Organs must be the right size and shape to fulfill their roles in the animal. Although size is
intimately linked to organ function, we know almost nothing about how size control is coupled to
organ differentiation during embryonic development. In the proposed work, we focus on how
developmental growth and differentiation are coordinated in the Drosophila embryo, an ideal
system for revealing the underlying molecular and cellular mechanisms. We have discovered
that the nuclear protein Ribbon (Rib) is required for growth and morphogenesis of two distinct
organs in the Drosophila embryo and that Rib promotes growth by two different mechanisms in
the two tissues. In rib mutants, both salivary gland and tracheal cells are only ~50% the size of
WT, and both organs have additional morphological defects. In the salivary gland, Rib binds
genes encoding most of the >80 ribosomal protein genes, suggesting that Rib promotes growth
in this tissue by increasing the translational capacity of its large secretory cells. In the trachea,
Rib binds components of the Tor growth control pathway and other growth genes. We propose
the model that Rib couples Tor signaling to FGF signaling to coordinate growth and directional
migration in response to both developmental and physiological cues. In this proposal, we test
these ideas and we ask how Rib independently regulates morphogenetic factors, specifically
those that function at the apical cell surface to control tube elongation. We begin by testing the
idea that Rib upregulates ribosomal protein gene expression in the salivary gland to increase
translation in these professional secretory cells and we test the model that the small cell size
observed in the salivary glands of rib mutants is a ribosome deficiency problem. We then test
the model that Rib coordinates growth in the trachea by linking the FGF and Tor signaling
pathways to build a system that links growth to migratory cues. We also explore the role of other
candidate growth regulators. We determine if a candidate Rib target that is bound by Rib in both
the SG and trachea also regulates growth and we determine if Rib affects levels of protein
translation.
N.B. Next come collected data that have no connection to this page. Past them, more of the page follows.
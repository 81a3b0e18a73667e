"""What the claims of a round say of each species' strength offset.

A line's own claim must not vouch for itself: where few lines speak for a species, each line
is weighed with the offset that the others alone would give.
"""

from __future__ import annotations

from dataclasses import dataclass, replace

import numpy as np

from .curves import CENTRES, bin_of
from .offsets import (
    GRID,
    SCALE,
    best_offsets,
    detection_log_likelihood,
    shared_offset,
    strength_log_likelihood,
)
from .pairs import Block, Pairs
from .problem import Problem

SPEAKS = 0.02  # P(seen) from which a line's own word counts
SURE = 0.1  # dex: below this error one line more or less changes nothing


@dataclass(frozen=True, eq=False)
class OwnOffsets:
    """entries: rows with an offset of their own; offset: dex."""

    entries: np.ndarray
    offset: np.ndarray


@dataclass(frozen=True, eq=False)
class Evidence:
    """One population's: the Block, strengths (n,), hits and tries (n,) of its entries, the
    detection curve, and of its measured pairs the entry (within the block) with the
    arguments of ``strength_log_likelihood``."""

    block: Block
    strength: np.ndarray
    hits: np.ndarray
    tries: np.ndarray
    curve: object
    who: np.ndarray
    measured: tuple


def learn_offsets(problem: Problem, pairs: Pairs, step, state):
    """The state with offsets by species and by line, from the claims of a round.

    Each population's species have indices of their own. What all species of a population
    share is no offset but the zero point, which the curves hold: left in, it grows from
    round to round in crowded spectra and carries the species of most lines with it.
    step: the round's marginals, groups and strengths (mixture); state: what was learned.
    """
    mean, error = np.zeros(problem.species), np.full(problem.species, SCALE)
    seen = np.bincount(pairs.entry, step.marginals.pair, len(problem.entries))
    lines = np.bincount(problem.entries.species, seen, problem.species)
    rows, alone = [np.zeros(0, dtype=int)], [np.zeros(0)]
    for block in pairs.blocks:
        offset, error[block.species], which, apart = block_offsets(
            problem, pairs, step, state, (block, seen)
        )
        zero = shared_offset(offset, lines[block.species])
        mean[block.species] = offset - zero
        rows.append(which)
        alone.append(apart - zero)
    own = OwnOffsets(np.concatenate(rows), np.concatenate(alone))
    return replace(state, offsets=mean, offset_errors=error, own=own)


def block_offsets(problem: Problem, pairs: Pairs, step, state, which):
    """(offset, error, entries, own) of a block, the zero point still in them: dex by species;
    entries that speak for an uncertain species and the offset that the others alone give.

    which: (Block, P(seen) per entry).
    """
    block, seen = which
    evidence = _evidence(problem, pairs, step, state, which)
    table = _table(evidence)
    offset, error = best_offsets(table)
    rows, apart = without_own(evidence, table, error, seen[block.entries])
    return offset, error, rows, apart


def _evidence(problem: Problem, pairs: Pairs, step, state, which) -> Evidence:
    """which: (Block, P(seen) per entry)."""
    block, seen = which
    e, here = problem.entries, block.entries
    share, seen = step.groups.share[here], seen[here]
    exposure = step.groups.first[here] * pairs.covered[here] if problem.complete else seen
    mine = block.graded[step.marginals.pair[block.graded] > 0.05]
    entry, relation = pairs.entry[mine], state.relation[block.population]
    measured = (
        pairs.m[mine] - relation(e.strength[entry]),
        relation.slope(step.strength[entry]),
        max(relation.scatter, 0.2),
        step.marginals.pair[mine] * step.groups.share[entry],
    )
    return Evidence(
        block,
        e.strength[here],
        seen * share,
        exposure * share,
        state.detection[block.population],
        np.searchsorted(here, entry),
        measured,
    )


def _table(v: Evidence):
    """Log-likelihood of every species' offset, (species, offsets)."""
    count, names = len(v.block.species), v.block.names
    return detection_log_likelihood(
        v.strength, v.hits, v.tries, names, count, v.curve
    ) + strength_log_likelihood(*v.measured, names[v.who], count)


def without_own(v: Evidence, table, error, seen):
    """(entries, offset in dex) of the lines that speak for an uncertain species: the offset
    by the species' other lines alone.

    table: (species, offsets) log-likelihoods; error: (species,) dex; seen: (n,).
    """
    names = v.block.names
    rows = np.nonzero((seen > SPEAKS) & (error[names] > SURE))[0]
    if len(rows) == 0:
        return v.block.entries[rows], np.zeros(0)
    shown = v.curve(CENTRES[:, None] + GRID[None, :])[bin_of(v.strength[rows])]
    hits, misses = v.hits[rows], np.maximum(v.tries[rows] - v.hits[rows], 0.0)
    mine = hits[:, None] * np.log(shown) + misses[:, None] * np.log1p(-shown)
    place = np.full(len(names), -1)
    place[rows] = np.arange(len(rows))
    with_measure = place[v.who] >= 0
    residual, slope, scatter, weight = v.measured
    mine += strength_log_likelihood(
        residual[with_measure],
        slope[with_measure],
        scatter,
        weight[with_measure],
        place[v.who][with_measure],
        len(rows),
    )
    return v.block.entries[rows], best_offsets(table[names[rows]] - mine)[0]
Finally, we ask how Rib coordinates growth and morphogenesis by identifying the
co-activators relevant to each process and by characterizing the functions of a subset of target
genes linked to cell shape change.

## Key facts

- **NIH application ID:** 10453482
- **Project number:** 1R56DE029450-01A1
- **Recipient organization:** JOHNS HOPKINS UNIVERSITY
- **Principal Investigator:** Deborah J Andrew
- **Activity code:** R56 (R01, R21, SBIR, etc.)
- **Funding institute:** NIH
- **Fiscal year:** 2021
- **Award amount:** $549,088
- **Award type:** 1
- **Project period:** 2021-08-05 → 2022-11-04

## Primary source

NIH RePORTER: https://reporter.nih.gov/project-details/10453482

## Citation

> US National Institutes of Health, RePORTER application 10453482, Coordination of Growth and Form in the Embryonic Salivary Gland and Trachea (1R56DE029450-01A1). Retrieved via AI Analytics 2026-05-25 from https://api.ai-analytics.org/grant/nih/10453482. Licensed CC0.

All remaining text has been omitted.